* _Prompt_
Search the material and gather each line with "const" in it.
Segment Start: Exercise input
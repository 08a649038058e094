// references.bib: BibTeX for the published methods, metrics and tests this
// run used (see report/references.hpp), and nothing else.
#include "gapmark/report/references.hpp"
#include "gapmark/report/reporter.hpp"

namespace gapmark {
namespace {

class ReferencesBib final : public Reporter {
public:
  std::string file_name() const override { return "references.bib"; }

  std::string render(const ResultSet& results, const Summary& summary) const override {
    const auto uses = cited_uses(results, summary);
    std::string out = "% References for the methods, metrics and tests used in this gapmark run.\n"
                      "% Entries were written from memory and have not been checked against the publishers'\n"
                      "% records: check each before citing it.\n";
    for (const auto& u : uses) {
      out += "% " + u.kind + " " + u.name + ":";
      for (const auto& k : u.keys) out += " " + k;
      out += "\n";
    }
    for (const auto& key : cited_keys(uses))
      if (const auto* r = find_reference(key)) out += "\n" + r->bibtex;
    return out;
  }
};

const Registration<Reporter> registration{{
    .name = "references-bib",
    .summary = "BibTeX entries of the published methods, metrics and tests the run used",
    .params = {},
    .make = [](const ParamValues&) { return std::make_unique<ReferencesBib>(); },
}};

}  // namespace
}  // namespace gapmark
Segment End: Exercise input
* _Output of the exercise_
  std::string file_name() const override { return "references.bib"; }
  std::string render(const ResultSet& results, const Summary& summary) const override {
    const auto uses = cited_uses(results, summary);
    for (const auto& u : uses) {
      for (const auto& k : u.keys) out += " " + k;
    for (const auto& key : cited_keys(uses))
      if (const auto* r = find_reference(key)) out += "\n" + r->bibtex;
const Registration<Reporter> registration{{
    .make = [](const ParamValues&) { return std::make_unique<ReferencesBib>(); },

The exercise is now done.